== Segment start ==

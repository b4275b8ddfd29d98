"""Fields bound to a path of the case: name, unit and bounds come from the input's definition."""

from __future__ import annotations

from collections.abc import Callable, Sequence
from typing import TYPE_CHECKING

from PySide6.QtCore import QEvent, QObject, QSignalBlocker, Qt, Signal
from PySide6.QtGui import QKeyEvent, QMouseEvent
from PySide6.QtWidgets import (
    QCheckBox,
    QComboBox,
    QHBoxLayout,
    QLabel,
    QLineEdit,
    QPlainTextEdit,
    QVBoxLayout,
    QWidget,
)

from rescue_planner.desk import theme
from rescue_planner.desk.context import Desk
from rescue_planner.desk.field_base import Bound, FieldRow, asks_to_undo, sentence_of
from rescue_planner.desk.number_field import NumberEdit, NumberField

if TYPE_CHECKING:
    from rescue_planner.case.document import Case
    from rescue_planner.case.edits import Edit

__all__ = ["CheckField", "ChoiceField", "NumberEdit", "NumberField", "TextField", "sentence_of"]


class TextField(Bound):
    """A text of the case; `make` is its edit where setting the text is not enough (a new name)."""

    def __init__(
        self,
        desk: Desk,
        path: str,
        *,
        label: str | None = None,
        lines: int = 1,
        make: Callable[[Case, str], Edit] | None = None,
    ) -> None:
        super().__init__(desk, path, label, None)
        self._make, self._shown = make, ""
        self.label = QLabel(self.name)
        self.edit: QLineEdit | QPlainTextEdit = (
            QLineEdit(self) if lines == 1 else QPlainTextEdit(self)
        )
        self.edit.setObjectName("text")
        self.edit.setMinimumHeight(theme.TARGET)
        if isinstance(self.edit, QPlainTextEdit):
            self.edit.setTabChangesFocus(True)
            self.edit.document().setDocumentMargin(2)
            self.label.setAlignment(Qt.AlignmentFlag.AlignTop | Qt.AlignmentFlag.AlignLeft)
            self.label.setContentsMargins(0, theme.HALF, 0, 0)
            self.edit.setFixedHeight(self.edit.fontMetrics().lineSpacing() * lines + 12)
        self._describe(self.edit, self.label)
        self._lay_out()
        self.edit.installEventFilter(self)
        self.refresh()

    def _lay_out(self) -> None:
        outer = QVBoxLayout(self)
        outer.setContentsMargins(0, 0, 0, 0)
        outer.setSpacing(2)
        outer.addWidget(FieldRow(self.label, self.edit))
        outer.addWidget(self.problem)

    def text(self) -> str:
        """Return the typed text."""
        return self.edit.text() if isinstance(self.edit, QLineEdit) else self.edit.toPlainText()

    def _put(self, text: str) -> None:
        blocker = QSignalBlocker(self.edit)
        if self.text() != text:
            if isinstance(self.edit, QLineEdit):
                self.edit.setText(text)
                self.edit.setCursorPosition(0)
            else:
                self.edit.setPlainText(text)
        self._shown = text.strip()
        del blocker

    @property
    def is_clean(self) -> bool:
        """Whether the text is what the case held when it was last shown or committed."""
        return self.text().strip() == self._shown

    def refresh(self) -> None:
        """Show what the case holds, unless it is being typed over."""
        if not self.has_problem and (self.is_clean or not self.edit.hasFocus()):
            self._put(str(self.held() or ""))

    def revert(self) -> None:
        """Take typed text back to what the case holds."""
        self._put(str(self.held() or ""))
        self._show_problems(())

    def eventFilter(self, watched: QObject, event: QEvent) -> bool:
        if watched is self.edit:
            if asks_to_undo(event) and self.is_clean:
                event.ignore()  # the window undoes the last edit of the case
                return True
            if event.type() == QEvent.Type.FocusIn:
                self.desk.explain.show(self.path)
            elif event.type() == QEvent.Type.FocusOut:
                self.commit()
            elif isinstance(event, QKeyEvent) and event.type() == QEvent.Type.KeyPress:
                return self._key(Qt.Key(event.key()))
        return super().eventFilter(watched, event)

    def _key(self, key: Qt.Key) -> bool:
        if key == Qt.Key.Key_Escape:
            self.revert()
            return True
        if key in (Qt.Key.Key_Return, Qt.Key.Key_Enter) and isinstance(self.edit, QLineEdit):
            self.commit()
            return True
        return False

    def commit(self) -> None:
        """Put the typed text into the case."""
        typed = self.text().strip()
        if self.retired:
            return
        if typed == str(self.held() or ""):
            self._show_problems(())
            return
        if self._make is None:
            self._commit(typed or None)
        else:
            make = self._make
            self._show_problems(self.desk.document.try_edit(lambda case: make(case, typed)))
        if not self.has_problem:
            self._shown = typed


class ChoiceField(Bound):
    """One of a few values; `choices` are (value in the file, words on the screen)."""

    def __init__(
        self,
        desk: Desk,
        path: str,
        choices: Sequence[tuple[str | None, str]],
        *,
        label: str | None = None,
        parent: QWidget | None = None,
    ) -> None:
        super().__init__(desk, path, label, parent)
        self.choices = tuple(choices)
        self.label = QLabel(self.name)
        self.edit = QComboBox(self)
        self.edit.setMinimumHeight(theme.TARGET)
        self.edit.addItems([words for _, words in self.choices])
        self.edit.setMinimumWidth(theme.UNIT * 12)  # longer words may be cut short, with a list
        self.edit.setFocusPolicy(Qt.FocusPolicy.StrongFocus)
        self._describe(self.edit, self.label)
        outer = QVBoxLayout(self)
        outer.setContentsMargins(0, 0, 0, 0)
        outer.setSpacing(2)
        content = QWidget()
        row = QHBoxLayout(content)
        row.setContentsMargins(0, 0, 0, 0)
        row.addWidget(self.edit)
        row.addStretch(1)
        outer.addWidget(FieldRow(self.label, content))
        outer.addWidget(self.problem)
        self.edit.activated.connect(self._chosen)
        self.edit.installEventFilter(self)
        self.refresh()

    def refresh(self) -> None:
        """Show what the case holds."""
        held = self.held()
        blocker = QSignalBlocker(self.edit)
        values = [value for value, _ in self.choices]
        self.edit.setCurrentIndex(values.index(held) if held in values else -1)
        del blocker

    def _chosen(self, index: int) -> None:
        if not self._commit(self.choices[index][0]):
            self.refresh()

    def eventFilter(self, watched: QObject, event: QEvent) -> bool:
        if watched is self.edit:
            if event.type() == QEvent.Type.FocusIn:
                self.desk.explain.show(self.path)
            elif event.type() == QEvent.Type.Wheel:
                event.ignore()
                return True
        return super().eventFilter(watched, event)


class _Words(QLabel):
    """The words of a check box, which break over lines and can be clicked too."""

    clicked = Signal()

    def mouseReleaseEvent(self, event: QMouseEvent) -> None:
        super().mouseReleaseEvent(event)
        self.clicked.emit()


class CheckField(Bound):
    """A yes or no of the case."""

    def __init__(self, desk: Desk, path: str, words: str, *, parent: QWidget | None = None) -> None:
        super().__init__(desk, path, words, parent)
        self.edit = QCheckBox(self)
        self.edit.setMinimumSize(theme.TARGET, theme.TARGET)
        self.label = _Words(words)
        self.label.setWordWrap(True)
        self._describe(self.edit, self.label)
        row = QHBoxLayout()
        row.setSpacing(theme.HALF)
        row.addWidget(self.edit)
        row.addWidget(self.label, 1)
        outer = QVBoxLayout(self)
        outer.setContentsMargins(0, 0, 0, 0)
        outer.setSpacing(2)
        outer.addLayout(row)
        outer.addWidget(self.problem)
        self.label.clicked.connect(self.edit.click)
        self.edit.clicked.connect(self._clicked)
        self.edit.installEventFilter(self)
        self.refresh()

    def refresh(self) -> None:
        """Show what the case holds."""
        blocker = QSignalBlocker(self.edit)
        self.edit.setChecked(self.held() is True)
        del blocker

    def _clicked(self, checked: bool) -> None:
        if not self._commit(checked):
            self.refresh()

    def eventFilter(self, watched: QObject, event: QEvent) -> bool:
        if watched is self.edit and event.type() == QEvent.Type.FocusIn:
            self.desk.explain.show(self.path)
        return super().eventFilter(watched, event)
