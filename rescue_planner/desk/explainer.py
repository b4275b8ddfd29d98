"""The explainer at the right: what the focused field means and where its value came from."""

from __future__ import annotations

from collections.abc import Callable
from typing import TYPE_CHECKING

from PySide6.QtCore import QSignalBlocker, Qt
from PySide6.QtWidgets import QComboBox, QGridLayout, QLabel, QLineEdit, QVBoxLayout, QWidget

from rescue_planner.case import measures
from rescue_planner.case.paths import parse_path, steps_of
from rescue_planner.desk import theme
from rescue_planner.desk.context import Desk
from rescue_planner.desk.fields import sentence_of
from rescue_planner.desk.numbers import is_quantity, read_number, value_at, written
from rescue_planner.desk.widgets import rule, scrolled, text

ORIGINS = ((None, "not stated"), ("measured", "measured"), ("borrowed", "borrowed"),
           ("guessed", "guessed"))  # fmt: skip
WIDTH = 264
if TYPE_CHECKING:
    from rescue_planner.case.document import Case
    from rescue_planner.case.edits import Edit
    from rescue_planner.case.inputs import Input
    from rescue_planner.case.quantity import Quantity
    from rescue_planner.desk.case_page.unknown import AtHand

OPENING = "Put the cursor into a number, and its meaning, unit, bounds and source are told here."


class Explainer(QWidget):
    """Follows `ExplainerFeed`; also holds the range, origin and source of the value."""

    def __init__(self, desk: Desk, parent: QWidget | None = None) -> None:
        super().__init__(parent)
        self._desk = desk
        self._path = ""
        self.setObjectName("explainer")
        self.setAttribute(Qt.WidgetAttribute.WA_StyledBackground)
        self._heading = text("", "section")
        self._unit = text("", "soft")
        self._meaning = text(OPENING)
        self._bounds = text("", "soft")
        self._published = text("", "small")
        self._caution = text("", "caution")
        self._origin = _OriginForm(desk)
        self.at_hand: AtHand | None = None
        self._lay_out()
        desk.explain.asked.connect(self.show_path)
        desk.document.changed.connect(self._refresh)
        desk.live.updated.connect(self._refresh)
        desk.document.replaced.connect(self.clear)

    def _lay_out(self) -> None:
        inner = QWidget()
        inner.setObjectName("explainer")
        column = QVBoxLayout(inner)
        column.setContentsMargins(theme.UNIT * 2, theme.UNIT * 2, theme.UNIT * 2, theme.UNIT)
        column.setSpacing(theme.UNIT)
        for label in (self._heading, self._unit, self._meaning, self._bounds):
            column.addWidget(label)
        column.addWidget(self._caution)
        column.addWidget(self._published)
        column.addWidget(self._origin)
        self._below = QVBoxLayout()
        column.addLayout(self._below)
        column.addStretch(1)
        for label in inner.findChildren(QLabel):
            if label.parent() is inner:
                label.setTextInteractionFlags(Qt.TextInteractionFlag.TextSelectableByMouse)
        outer = QVBoxLayout(self)
        outer.setContentsMargins(0, 0, 0, 0)
        area = scrolled(inner, reachable=True)
        area.setAccessibleName("Explainer")
        outer.addWidget(area)
        self.clear()

    def show_page(self, question: str, about: str) -> None:
        """Say what a page answers, until something on it is chosen."""
        self.clear()
        self._say(self._heading, question)
        self._say(self._meaning, about)
        self._say(self._bounds, OPENING)

    def clear(self) -> None:
        """Explain nothing."""
        self._path = ""
        self._show_at_hand("")
        for label in (self._heading, self._unit, self._bounds, self._published, self._caution):
            self._say(label, "")
        self._say(self._heading, "Explainer")
        self._say(self._meaning, OPENING)
        self._origin.show_value("", None)

    @staticmethod
    def _say(label: QLabel, words: str) -> None:
        label.setText(words)
        label.setVisible(bool(words))

    def _show_at_hand(self, path: str) -> None:
        """Show what has been published for a number, and ways to it; nothing for other paths."""
        if self.at_hand is not None and self.at_hand.path == path:
            return
        if self.at_hand is not None:
            self.at_hand.retire()
            self._below.removeWidget(self.at_hand)
            self.at_hand.hide()
            self.at_hand.deleteLater()
            self.at_hand = None
        if path and self._desk.document.has_case:
            from rescue_planner.desk.case_page.unknown import AtHand

            self.at_hand = AtHand(self._desk, path)
            self._below.addWidget(self.at_hand)

    def show_path(self, path: str) -> None:
        """Explain an input by its path, or a measure by its key."""
        from rescue_planner.case.fields import definition_at, is_number

        try:
            definition, number = definition_at(parse_path(path)), is_number(parse_path(path))
        except ValueError:
            definition, number = None, False
        self._path = path
        self._show_at_hand(path if number else "")
        if definition is not None:
            self._show_input(definition)
            self._refresh()
            return
        self._show_measure(path)

    def _show_input(self, definition: Input) -> None:
        self._say(self._heading, definition.name)
        document = self._desk.document
        money = (document.case.currency if document.has_case else None) or "currency"
        self._say(self._unit, definition.unit.replace("currency", money))
        self._say(self._meaning, definition.meaning)
        self._say(self._bounds, f"Bounds: {definition.bounds}." if definition.bounds else "")
        self._say(self._caution, f"△ {definition.caution}" if definition.caution else "")
        source = f"\nSource: {definition.source}" if definition.source else ""
        published = f"Published: {definition.published}" if definition.published else ""
        self._say(self._published, f"{published}{source}".strip())

    def _show_measure(self, key: str) -> None:
        for label in (self._unit, self._bounds, self._published, self._caution):
            self._say(label, "")
        try:
            measure = measures.measure_of(key)
        except KeyError:
            self._show_words(key)
            return
        self._say(self._heading, measures.title(key))
        self._say(self._unit, measures.unit(key))
        self._say(self._meaning, measure.meaning)
        from rescue_planner.desk.measure_words import measure_words

        document, comparison = self._desk.document, self._desk.live.comparison
        told = measure_words(document.case if document.has_case else None, comparison, key)
        self._say(self._bounds, told.targets)
        self._say(self._published, f"{told.depth}\n\n{told.source}".strip())
        self._origin.show_value("", None)

    def _show_words(self, path: str) -> None:
        """Explain a field that is no number by what the part of the case it stands in is."""
        from rescue_planner.case.fields import model_at

        steps = steps_of(path)
        model = model_at(steps[:-1])
        words = str(steps[-1]).replace("_", " ").capitalize()
        self._say(self._heading, words)
        self._say(self._meaning, ((model.__doc__ if model else "") or OPENING).splitlines()[0])
        self._origin.show_value("", None)

    def _is_measure(self) -> bool:
        return measures.split(self._path)[0] in {one.key for one in measures.MEASURES}

    def _refresh(self, _: object = None) -> None:
        held = None
        if self._is_measure():
            self._show_measure(self._path)
            return
        if self._path and self._desk.document.has_case:
            try:
                held = value_at(self._desk.document.case, self._path)
            except ValueError:
                held = None
        self._origin.show_value(self._path, held if is_quantity(held) else None)


class _OriginForm(QWidget):
    """Range, origin, source, date and person of one value."""

    def __init__(self, desk: Desk) -> None:
        super().__init__()
        self._desk, self._path = desk, ""
        self.low, self.high = self._line("Low"), self._line("High")
        self.origin = QComboBox()
        self.origin.addItems([words for _, words in ORIGINS])
        self.origin.setAccessibleName("Origin of the value")
        self.source, self.date = self._line("Source"), self._line("Date")
        self.by = self._line("Stated by")
        self.problem = text("", "problem")
        self._lay_out()
        self.origin.activated.connect(self._origin_chosen)
        for edit in (self.low, self.high):
            edit.editingFinished.connect(self._range_typed)
        for edit, name in ((self.source, "source"), (self.date, "date"), (self.by, "by")):
            edit.editingFinished.connect(lambda name=name, edit=edit: self._about(name, edit))

    @staticmethod
    def _line(name: str) -> QLineEdit:
        made = QLineEdit()
        made.setAccessibleName(f"{name} of the value")
        made.setMinimumHeight(theme.TARGET)
        return made

    def _lay_out(self) -> None:
        grid = QGridLayout(self)
        grid.setContentsMargins(0, 0, 0, 0)
        grid.setHorizontalSpacing(theme.UNIT)
        grid.setVerticalSpacing(theme.HALF)
        grid.addWidget(rule(), 0, 0, 1, 2)
        grid.addWidget(text("Where this value came from", "section"), 1, 0, 1, 2)
        rows = (("Low", self.low), ("High", self.high), ("Origin", self.origin),
                ("Source", self.source), ("Date", self.date), ("By", self.by))  # fmt: skip
        for row, (name, edit) in enumerate(rows, start=2):
            label = text(name, "soft", wrap=False)
            label.setBuddy(edit)
            grid.addWidget(label, row, 0)
            grid.addWidget(edit, row, 1)
        grid.addWidget(self.problem, len(rows) + 2, 0, 1, 2)
        grid.setColumnStretch(1, 1)

    def show_value(self, path: str, held: Quantity | None) -> None:
        """Show what is known about the value at `path`."""
        if path != self._path:
            self.problem.clear()
        self._path = path
        self.setVisible(held is not None)
        if held is None:
            return
        shown = {
            self.low: "" if held.low is None else written(held.low),
            self.high: "" if held.high is None else written(held.high),
            self.source: held.source or "",
            self.date: held.date or "",
            self.by: held.by or "",
        }
        for edit, words in shown.items():
            blocker = QSignalBlocker(edit)
            if edit.text() != words:
                edit.setText(words)
                edit.setCursorPosition(0)
            edit.setModified(False)
            del blocker
        blocker = QSignalBlocker(self.origin)
        self.origin.setCurrentIndex([value for value, _ in ORIGINS].index(held.origin))
        del blocker

    def _origin_chosen(self, index: int) -> None:
        from rescue_planner.case.edits import set_source

        path = self._path
        self._try(lambda case: set_source(case, path, origin=ORIGINS[index][0]))

    def _about(self, name: str, edit: QLineEdit) -> None:
        from rescue_planner.case.edits import set_source

        if not edit.isModified():
            return
        path, words = self._path, edit.text().strip() or None
        self._try(lambda case: set_source(case, path, **{name: words}))

    def _range_typed(self) -> None:
        from rescue_planner.case.edits import set_range

        if not (self.low.isModified() or self.high.isModified()):
            return
        path = self._path
        try:
            ends = [
                read_number(edit.text()) if edit.text().strip() else None
                for edit in (self.low, self.high)
            ]
        except ValueError as wrong:
            self.problem.setText(f"⚠ {wrong}")
            return
        self._try(lambda case: set_range(case, path, ends[0], ends[1]))

    def _try(self, make: Callable[[Case], Edit]) -> None:
        problems = self._desk.document.try_edit(make)
        self.problem.setText(f"⚠ {sentence_of(problems)}" if problems else "")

== Segment end ==

- [REQUIRED ACTION] Print the first line of the records above and each line after it, exactly, through the line with "from rescue_planner.desk.field_base import".

- [RESPONSE AREA]
repository b4275b8ddfd29d98
"""Fields bound to a path of the case: name, unit and bounds come from the input's definition."""

from __future__ import annotations

from collections.abc import Callable, Sequence
from typing import TYPE_CHECKING

from PySide6.QtCore import QEvent, QObject, QSignalBlocker, Qt, Signal
from PySide6.QtGui import QKeyEvent, QMouseEvent
from PySide6.QtWidgets import (
    QCheckBox,
    QComboBox,
    QHBoxLayout,
    QLabel,
    QLineEdit,
    QPlainTextEdit,
    QVBoxLayout,
    QWidget,
)

from rescue_planner.desk import theme
from rescue_planner.desk.context import Desk
from rescue_planner.desk.field_base import Bound, FieldRow, asks_to_undo, sentence_of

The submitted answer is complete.